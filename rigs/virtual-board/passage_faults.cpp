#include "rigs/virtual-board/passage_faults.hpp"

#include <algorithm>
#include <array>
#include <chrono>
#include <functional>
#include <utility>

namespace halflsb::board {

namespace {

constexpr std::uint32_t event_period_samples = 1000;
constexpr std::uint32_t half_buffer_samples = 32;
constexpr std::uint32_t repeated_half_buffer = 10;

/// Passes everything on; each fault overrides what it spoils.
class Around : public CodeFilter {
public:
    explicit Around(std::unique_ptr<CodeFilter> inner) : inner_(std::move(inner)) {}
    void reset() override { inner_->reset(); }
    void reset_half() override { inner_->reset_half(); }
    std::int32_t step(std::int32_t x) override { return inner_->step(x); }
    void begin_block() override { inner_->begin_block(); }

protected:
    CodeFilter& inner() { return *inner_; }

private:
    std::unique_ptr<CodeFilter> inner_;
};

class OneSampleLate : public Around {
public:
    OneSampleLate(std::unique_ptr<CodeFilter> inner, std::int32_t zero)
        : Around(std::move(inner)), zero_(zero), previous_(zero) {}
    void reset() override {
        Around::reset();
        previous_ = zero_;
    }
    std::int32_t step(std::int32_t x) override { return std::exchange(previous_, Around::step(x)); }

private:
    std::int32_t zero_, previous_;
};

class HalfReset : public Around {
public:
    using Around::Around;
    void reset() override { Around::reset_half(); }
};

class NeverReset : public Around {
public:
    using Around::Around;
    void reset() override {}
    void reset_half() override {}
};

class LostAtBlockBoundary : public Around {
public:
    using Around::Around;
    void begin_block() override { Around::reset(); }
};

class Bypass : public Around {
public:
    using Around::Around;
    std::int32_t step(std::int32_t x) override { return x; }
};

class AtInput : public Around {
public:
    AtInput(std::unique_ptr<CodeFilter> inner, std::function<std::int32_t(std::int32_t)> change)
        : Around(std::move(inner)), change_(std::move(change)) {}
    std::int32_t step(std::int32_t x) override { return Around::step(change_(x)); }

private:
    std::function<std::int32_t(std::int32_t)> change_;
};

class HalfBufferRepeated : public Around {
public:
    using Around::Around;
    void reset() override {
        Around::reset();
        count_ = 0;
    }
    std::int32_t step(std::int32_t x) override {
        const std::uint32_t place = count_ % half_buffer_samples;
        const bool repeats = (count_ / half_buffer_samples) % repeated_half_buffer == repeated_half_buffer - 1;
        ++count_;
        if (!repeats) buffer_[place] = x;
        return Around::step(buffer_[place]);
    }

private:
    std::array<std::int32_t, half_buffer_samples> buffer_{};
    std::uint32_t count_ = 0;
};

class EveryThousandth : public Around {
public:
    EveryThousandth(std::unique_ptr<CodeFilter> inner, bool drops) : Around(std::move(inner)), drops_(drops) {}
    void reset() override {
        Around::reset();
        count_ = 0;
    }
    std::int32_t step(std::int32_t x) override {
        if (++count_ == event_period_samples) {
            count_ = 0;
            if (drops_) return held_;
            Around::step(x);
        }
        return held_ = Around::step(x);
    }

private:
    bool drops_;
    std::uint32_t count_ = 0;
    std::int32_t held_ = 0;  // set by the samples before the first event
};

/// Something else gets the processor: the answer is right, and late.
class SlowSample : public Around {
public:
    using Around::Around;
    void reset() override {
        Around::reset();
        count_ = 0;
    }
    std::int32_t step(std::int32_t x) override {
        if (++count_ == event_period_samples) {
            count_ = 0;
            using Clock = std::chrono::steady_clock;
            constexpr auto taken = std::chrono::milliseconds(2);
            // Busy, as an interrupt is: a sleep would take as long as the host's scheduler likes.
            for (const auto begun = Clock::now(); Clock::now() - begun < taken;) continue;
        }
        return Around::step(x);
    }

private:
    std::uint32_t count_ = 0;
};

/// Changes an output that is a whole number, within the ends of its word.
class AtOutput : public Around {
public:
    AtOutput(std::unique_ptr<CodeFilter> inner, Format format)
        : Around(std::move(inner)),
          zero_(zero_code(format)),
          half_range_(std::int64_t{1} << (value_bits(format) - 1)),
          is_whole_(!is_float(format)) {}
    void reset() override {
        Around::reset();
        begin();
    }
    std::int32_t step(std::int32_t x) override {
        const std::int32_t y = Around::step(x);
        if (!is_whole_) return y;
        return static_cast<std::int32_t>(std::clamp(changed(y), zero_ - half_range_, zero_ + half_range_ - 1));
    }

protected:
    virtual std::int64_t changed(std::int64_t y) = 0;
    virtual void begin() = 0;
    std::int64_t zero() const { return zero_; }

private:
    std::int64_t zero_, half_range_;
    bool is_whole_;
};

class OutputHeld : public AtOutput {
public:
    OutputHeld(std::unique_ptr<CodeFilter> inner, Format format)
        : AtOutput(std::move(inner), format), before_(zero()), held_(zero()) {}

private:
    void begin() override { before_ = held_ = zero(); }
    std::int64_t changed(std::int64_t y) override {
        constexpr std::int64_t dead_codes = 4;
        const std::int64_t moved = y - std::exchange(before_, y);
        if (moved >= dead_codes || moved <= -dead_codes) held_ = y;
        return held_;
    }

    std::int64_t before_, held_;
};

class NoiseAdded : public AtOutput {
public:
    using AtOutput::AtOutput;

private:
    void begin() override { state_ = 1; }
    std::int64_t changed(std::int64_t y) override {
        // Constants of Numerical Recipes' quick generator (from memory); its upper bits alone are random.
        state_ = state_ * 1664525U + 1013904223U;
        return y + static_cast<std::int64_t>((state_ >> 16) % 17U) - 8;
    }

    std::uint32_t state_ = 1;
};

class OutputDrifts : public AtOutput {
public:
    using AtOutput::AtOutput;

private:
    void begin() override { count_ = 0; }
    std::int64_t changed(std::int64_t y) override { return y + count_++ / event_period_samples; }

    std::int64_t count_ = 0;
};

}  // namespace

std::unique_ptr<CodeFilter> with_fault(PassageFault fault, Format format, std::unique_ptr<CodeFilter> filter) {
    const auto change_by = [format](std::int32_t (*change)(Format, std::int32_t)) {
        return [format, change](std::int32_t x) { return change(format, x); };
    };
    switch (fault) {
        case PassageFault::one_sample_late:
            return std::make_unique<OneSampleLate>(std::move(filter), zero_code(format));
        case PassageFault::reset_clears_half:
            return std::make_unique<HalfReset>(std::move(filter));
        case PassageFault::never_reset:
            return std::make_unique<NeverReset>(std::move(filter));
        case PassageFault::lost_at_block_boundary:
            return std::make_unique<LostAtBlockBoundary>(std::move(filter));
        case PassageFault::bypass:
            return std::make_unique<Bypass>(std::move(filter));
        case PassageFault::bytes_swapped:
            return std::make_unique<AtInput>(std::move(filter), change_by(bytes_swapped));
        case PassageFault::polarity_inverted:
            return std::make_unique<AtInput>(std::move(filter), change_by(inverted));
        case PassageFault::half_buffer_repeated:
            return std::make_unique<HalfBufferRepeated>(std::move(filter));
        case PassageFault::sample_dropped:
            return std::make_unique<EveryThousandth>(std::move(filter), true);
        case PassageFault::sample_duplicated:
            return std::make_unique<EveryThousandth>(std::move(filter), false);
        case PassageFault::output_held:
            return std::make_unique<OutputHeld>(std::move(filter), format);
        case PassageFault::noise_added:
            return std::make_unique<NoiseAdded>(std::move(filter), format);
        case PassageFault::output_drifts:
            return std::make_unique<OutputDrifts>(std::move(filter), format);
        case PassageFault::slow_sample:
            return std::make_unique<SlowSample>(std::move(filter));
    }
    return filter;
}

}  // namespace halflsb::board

--- Exercise goal ---
Each line of the data must be written out exactly as it appears.

--- Task solution ---
filename rigs/virtual-board/passage_faults.cpp
#include "rigs/virtual-board/passage_faults.hpp"

#include <algorithm>
#include <array>
#include <chrono>
#include <functional>
#include <utility>

namespace halflsb::board {

namespace {

constexpr std::uint32_t event_period_samples = 1000;
constexpr std::uint32_t half_buffer_samples = 32;
constexpr std::uint32_t repeated_half_buffer = 10;

/// Passes everything on; each fault overrides what it spoils.
class Around : public CodeFilter {
public:
    explicit Around(std::unique_ptr<CodeFilter> inner) : inner_(std::move(inner)) {}
    void reset() override { inner_->reset(); }
    void reset_half() override { inner_->reset_half(); }
    std::int32_t step(std::int32_t x) override { return inner_->step(x); }
    void begin_block() override { inner_->begin_block(); }

protected:
    CodeFilter& inner() { return *inner_; }

private:
    std::unique_ptr<CodeFilter> inner_;
};

class OneSampleLate : public Around {
public:
    OneSampleLate(std::unique_ptr<CodeFilter> inner, std::int32_t zero)
        : Around(std::move(inner)), zero_(zero), previous_(zero) {}
    void reset() override {
        Around::reset();
        previous_ = zero_;
    }
    std::int32_t step(std::int32_t x) override { return std::exchange(previous_, Around::step(x)); }

private:
    std::int32_t zero_, previous_;
};

class HalfReset : public Around {
public:
    using Around::Around;
    void reset() override { Around::reset_half(); }
};

class NeverReset : public Around {
public:
    using Around::Around;
    void reset() override {}
    void reset_half() override {}
};

class LostAtBlockBoundary : public Around {
public:
    using Around::Around;
    void begin_block() override { Around::reset(); }
};

class Bypass : public Around {
public:
    using Around::Around;
    std::int32_t step(std::int32_t x) override { return x; }
};

class AtInput : public Around {
public:
    AtInput(std::unique_ptr<CodeFilter> inner, std::function<std::int32_t(std::int32_t)> change)
        : Around(std::move(inner)), change_(std::move(change)) {}
    std::int32_t step(std::int32_t x) override { return Around::step(change_(x)); }

private:
    std::function<std::int32_t(std::int32_t)> change_;
};

class HalfBufferRepeated : public Around {
public:
    using Around::Around;
    void reset() override {
        Around::reset();
        count_ = 0;
    }
    std::int32_t step(std::int32_t x) override {
        const std::uint32_t place = count_ % half_buffer_samples;
        const bool repeats = (count_ / half_buffer_samples) % repeated_half_buffer == repeated_half_buffer - 1;
        ++count_;
        if (!repeats) buffer_[place] = x;
        return Around::step(buffer_[place]);
    }

private:
    std::array<std::int32_t, half_buffer_samples> buffer_{};
    std::uint32_t count_ = 0;
};

class EveryThousandth : public Around {
public:
    EveryThousandth(std::unique_ptr<CodeFilter> inner, bool drops) : Around(std::move(inner)), drops_(drops) {}
    void reset() override {
        Around::reset();
        count_ = 0;
    }
    std::int32_t step(std::int32_t x) override {
        if (++count_ == event_period_samples) {
            count_ = 0;
            if (drops_) return held_;
            Around::step(x);
        }
        return held_ = Around::step(x);
    }

private:
    bool drops_;
    std::uint32_t count_ = 0;
    std::int32_t held_ = 0;  // set by the samples before the first event
};

/// Something else gets the processor: the answer is right, and late.
class SlowSample : public Around {
public:
    using Around::Around;
    void reset() override {
        Around::reset();
        count_ = 0;
    }
    std::int32_t step(std::int32_t x) override {
        if (++count_ == event_period_samples) {
            count_ = 0;
            using Clock = std::chrono::steady_clock;
            constexpr auto taken = std::chrono::milliseconds(2);
            // Busy, as an interrupt is: a sleep would take as long as the host's scheduler likes.
            for (const auto begun = Clock::now(); Clock::now() - begun < taken;) continue;
        }
        return Around::step(x);
    }

private:
    std::uint32_t count_ = 0;
};

/// Changes an output that is a whole number, within the ends of its word.
class AtOutput : public Around {
public:
    AtOutput(std::unique_ptr<CodeFilter> inner, Format format)
        : Around(std::move(inner)),
          zero_(zero_code(format)),
          half_range_(std::int64_t{1} << (value_bits(format) - 1)),
          is_whole_(!is_float(format)) {}
    void reset() override {
        Around::reset();
        begin();
    }
    std::int32_t step(std::int32_t x) override {
        const std::int32_t y = Around::step(x);
        if (!is_whole_) return y;
        return static_cast<std::int32_t>(std::clamp(changed(y), zero_ - half_range_, zero_ + half_range_ - 1));
    }

protected:
    virtual std::int64_t changed(std::int64_t y) = 0;
    virtual void begin() = 0;
    std::int64_t zero() const { return zero_; }

private:
    std::int64_t zero_, half_range_;
    bool is_whole_;
};

class OutputHeld : public AtOutput {
public:
    OutputHeld(std::unique_ptr<CodeFilter> inner, Format format)
        : AtOutput(std::move(inner), format), before_(zero()), held_(zero()) {}

private:
    void begin() override { before_ = held_ = zero(); }
    std::int64_t changed(std::int64_t y) override {
        constexpr std::int64_t dead_codes = 4;
        const std::int64_t moved = y - std::exchange(before_, y);
        if (moved >= dead_codes || moved <= -dead_codes) held_ = y;
        return held_;
    }

    std::int64_t before_, held_;
};

class NoiseAdded : public AtOutput {
public:
    using AtOutput::AtOutput;

private:
    void begin() override { state_ = 1; }
    std::int64_t changed(std::int64_t y) override {
        // Constants of Numerical Recipes' quick generator (from memory); its upper bits alone are random.
        state_ = state_ * 1664525U + 1013904223U;
        return y + static_cast<std::int64_t>((state_ >> 16) % 17U) - 8;
    }

    std::uint32_t state_ = 1;
};

class OutputDrifts : public AtOutput {
public:
    using AtOutput::AtOutput;

private:
    void begin() override { count_ = 0; }
    std::int64_t changed(std::int64_t y) override { return y + count_++ / event_period_samples; }

    std::int64_t count_ = 0;
};

}  // namespace

std::unique_ptr<CodeFilter> with_fault(PassageFault fault, Format format, std::unique_ptr<CodeFilter> filter) {
    const auto change_by = [format](std::int32_t (*change)(Format, std::int32_t)) {
        return [format, change](std::int32_t x) { return change(format, x); };
    };
    switch (fault) {
        case PassageFault::one_sample_late:
            return std::make_unique<OneSampleLate>(std::move(filter), zero_code(format));
        case PassageFault::reset_clears_half:
            return std::make_unique<HalfReset>(std::move(filter));
        case PassageFault::never_reset:
            return std::make_unique<NeverReset>(std::move(filter));
        case PassageFault::lost_at_block_boundary:
            return std::make_unique<LostAtBlockBoundary>(std::move(filter));
        case PassageFault::bypass:
            return std::make_unique<Bypass>(std::move(filter));
        case PassageFault::bytes_swapped:
            return std::make_unique<AtInput>(std::move(filter), change_by(bytes_swapped));
        case PassageFault::polarity_inverted:
            return std::make_unique<AtInput>(std::move(filter), change_by(inverted));
        case PassageFault::half_buffer_repeated:
            return std::make_unique<HalfBufferRepeated>(std::move(filter));
        case PassageFault::sample_dropped:
            return std::make_unique<EveryThousandth>(std::move(filter), true);
        case PassageFault::sample_duplicated:
            return std::make_unique<EveryThousandth>(std::move(filter), false);
        case PassageFault::output_held:
            return std::make_unique<OutputHeld>(std::move(filter), format);
        case PassageFault::noise_added:
            return std::make_unique<NoiseAdded>(std::move(filter), format);
        case PassageFault::output_drifts:
            return std::make_unique<OutputDrifts>(std::move(filter), format);
        case PassageFault::slow_sample:
            return std::make_unique<SlowSample>(std::move(filter));
    }
    return filter;
}

}  // namespace halflsb::board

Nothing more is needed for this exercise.